Laser Light-Based Technique for Detection and Assessment of Localized Defects in Reflective Automotive Surfaces

Surface quality plays an important role on aesthetic appeal of any exterior component of a vehicle. As such, smooth and defect-free are some of the critical characteristics of an automotive surface. Numerous manufacturing-related factors such as production environment, substrate material, coating material, handling is known to generate defects to inherently decrease the overall quality of the external surface. Many of these defects tend to be localized while spreading over large areas of the surface. However, the vast majority of available systems are unable to unequivocally quantify surface defects, and, in most cases, the surface quality assessment is performed in a relative and rather qualitative manner. To address this, the main goal of the present study was to develop a new laser light-based technique capable to detect and quantify the localized defects that are present on the surface of reflective components for automotive exteriors.

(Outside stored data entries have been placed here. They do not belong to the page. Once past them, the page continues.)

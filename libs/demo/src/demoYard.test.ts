import { expectedAmps, partsOnCircuit, readHarness, sectionTree } from '@lampwright/harness';
import type { Harness } from '@lampwright/harness';
import { demoYard } from './demoYard';
import { plans } from './plans';
import { fleet } from './testing/fleet';

/** How many lamps serve each function, per colour: `clearance amber` and so on. */
function functionsOf(harness: Harness): Map<string, number> {
  const counts = new Map<string, number>();
  for (const { lamp } of harness.parts) {
    for (const name of lamp?.functions ?? []) {
      const key = `${name} ${lamp?.colour}`;
      counts.set(key, (counts.get(key) ?? 0) + 1);
    }
  }
  return counts;
}

const count = (harness: Harness, name: string) =>
  [...functionsOf(harness)]
    .filter(([key]) => key.startsWith(`${name} `))
    .reduce((sum, [, each]) => sum + each, 0);

describe('the yard', () => {
  it('has one lead, three technicians and one trainee, with addresses that lead nowhere', () => {
    const roles = demoYard.people.map((person) => person.role).sort();
    expect(roles).toEqual(['lead', 'technician', 'technician', 'technician', 'trainee']);
    for (const { email } of demoYard.people) expect(email).toMatch(/^[a-z]+@[a-z-]+\.example$/);
  });

  it('has eight trailers of eight builds, each of a fleet of the yard', () => {
    expect(new Set(demoYard.trailers.map((trailer) => trailer.bodyType)).size).toBe(8);
    for (const trailer of demoYard.trailers) expect(demoYard.fleets).toContain(trailer.fleet);
  });

  it('gives everything an id of its own', () => {
    const ids = [...demoYard.people, ...demoYard.trailers, ...demoYard.plans].map(({ id }) => id);
    expect(new Set(ids).size).toBe(ids.length);
    for (const id of ids) {
      expect(id).toMatch(/^[0-9a-f]{8}-[0-9a-f]{4}-7[0-9a-f]{3}-8[0-9a-f]{3}-[0-9a-f]{12}$/);
    }
  });
});

describe.each(fleet)('the plan of $unit', ({ trailer, harness }) => {
  it('reads without faults', () => {
    expect(readHarness(harness)).toEqual({ ok: true, harness });
  });

  it('has 20 to 120 parts, each with a label of its own and a sentence that finds it', () => {
    expect(harness.parts.length).toBeGreaterThanOrEqual(20);
    expect(harness.parts.length).toBeLessThanOrEqual(120);
    expect(new Set(harness.parts.map(({ label }) => label)).size).toBe(harness.parts.length);
    for (const { label, where } of harness.parts) {
      expect(label.length).toBeLessThanOrEqual(40);
      expect(where).toMatch(/^[A-Z].{14,}\.$/);
    }
  });

  it('lies inside the trailer, with no two parts on one spot', () => {
    harness.parts.forEach(({ id, at }, index) => {
      expect(at.along, id).toBeGreaterThanOrEqual(0);
      expect(at.along, id).toBeLessThanOrEqual(trailer.lengthMetres);
      expect(Math.abs(at.across), id).toBeLessThanOrEqual(trailer.widthMetres / 2);
      for (const other of harness.parts.slice(index + 1)) {
        const apart = Math.hypot(at.along - other.at.along, at.across - other.at.across);
        expect(apart, `${id} and ${other.id}`).toBeGreaterThanOrEqual(0.2);
      }
    });
  });

  it('has no run shorter than the way between its ends', () => {
    const at = new Map(harness.parts.map((part) => [part.id, part.at]));
    for (const run of harness.runs) {
      const [from, to] = [at.get(run.from)!, at.get(run.to)!];
      const straight = Math.hypot(
        to.along - from.along,
        to.across - from.across,
        (to.up ?? 0) - (from.up ?? 0),
      );
      expect(run.metres, run.id).toBeGreaterThanOrEqual(straight);
    }
  });

  it('falls into sections whose probabilities sum to 1, on every circuit', () => {
    for (const { id } of harness.circuits) {
      const { sections } = sectionTree(harness, id);
      expect(sections.length, id).toBeGreaterThan(1);
      expect(sections.reduce((sum, each) => sum + each.probability, 0)).toBeCloseTo(1, 9);
    }
  });

  // Quantities: 49 CFR 393.11, Table 1.
  it('has the lamps that the federal table asks of its width and length', () => {
    const wide = trailer.widthMetres >= 2.032;
    const long = trailer.lengthMetres > 9.144;
    const lamps = functionsOf(harness);
    const atLeast = (key: string, wanted: number) =>
      expect(lamps.get(key) ?? 0, key).toBeGreaterThanOrEqual(wanted);
    atLeast('tail red', 2);
    atLeast('stop red', 2);
    expect(count(harness, 'turn')).toBeGreaterThanOrEqual(2);
    atLeast('plate white', 1);
    atLeast('side-marker amber', long ? 4 : 2);
    atLeast('side-marker red', 2);
    if (wide) {
      atLeast('clearance amber', 2);
      atLeast('clearance red', 2);
      atLeast('identification red', 3);
    }
    expect(count(harness, 'abs')).toBe(trailer.abs ? 1 : 0);
    expect(harness.parts.some(({ id }) => id === 'abs-module')).toBe(trailer.abs);
  });

  it('keeps each side’s turn lamps on the circuit of that side', () => {
    const turns = harness.parts.filter(({ lamp }) =>
      lamp?.functions?.some((name) => name === 'turn' || name === 'mid-turn'),
    );
    for (const { at, lamp } of turns) {
      const circuits = lamp?.loads.map((load) => load.circuit);
      expect(circuits).toContain(at.across < 0 ? 'left' : 'right');
      expect(circuits).not.toContain(at.across < 0 ? 'right' : 'left');
    }
  });
});

describe('the running load', () => {
  const running = (harness: Harness) =>
    ['markers', 'tail']
      .map((circuit) =>
        expectedAmps(
          harness,
          circuit,
          partsOnCircuit(harness, circuit).map(({ id }) => id),
        ),
      )
      .reduce((sum, amps) => sum + amps, 0);

  // 20 functions: 2 tail, 2 stop, 2 turn, 1 plate, 6 side marker, 4 clearance, 3 identification (from 49 CFR 393.11).
  it('comes from 20 lamp functions on the van, and the ABS lamp', () => {
    const total = [...functionsOf(plans.dryVan.harness).values()].reduce((a, b) => a + b, 0);
    expect(total - count(plans.dryVan.harness, 'abs')).toBe(20);
    expect(count(plans.dryVan.harness, 'abs')).toBe(1);
  });

  // 16 LED lamps at the currents of common practice: 13 markers and a plate lamp at 0.05 A, two tails at 0.04 A.
  it('is under 1 A on the LED van', () => {
    expect(running(plans.dryVan.harness)).toBeCloseTo(13 * 0.05 + 0.05 + 2 * 0.04, 9);
    expect(running(plans.dryVan.harness)).toBeLessThan(1);
  });

  // Bulb currents from memory of SAE J573: 13 of no. 194, one 67, two 1157 (tail filament).
  it('is about 5 A on the filament flatbed', () => {
    expect(running(plans.flatbed.harness)).toBeCloseTo(13 * 0.27 + 0.59 + 2 * 0.59, 9);
  });

  it('splits black and brown differently from trailer to trailer', () => {
    const splits = demoYard.plans.map(({ harness }) =>
      harness.parts
        .filter(({ lamp }) => lamp?.loads.some(({ circuit }) => circuit === 'markers'))
        .map(({ id }) => id)
        .sort()
        .join(),
    );
    expect(new Set(splits).size).toBe(splits.length);
  });
});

For this purpose, the setup of the proposed prototypical system was validated through a blend of optical simulations and experiments performed on concave and convex defects with determined geometries and with sizes placed in the sub-millimeter range. This type of knowledge is essential in understanding how the collimated fascicle of light is being redirected after interacting with localized surface defects. Future extensions of this work will target the more general case of globally spread defects of an undetermined shape that are - for instance - characteristic to painted automotive bodies.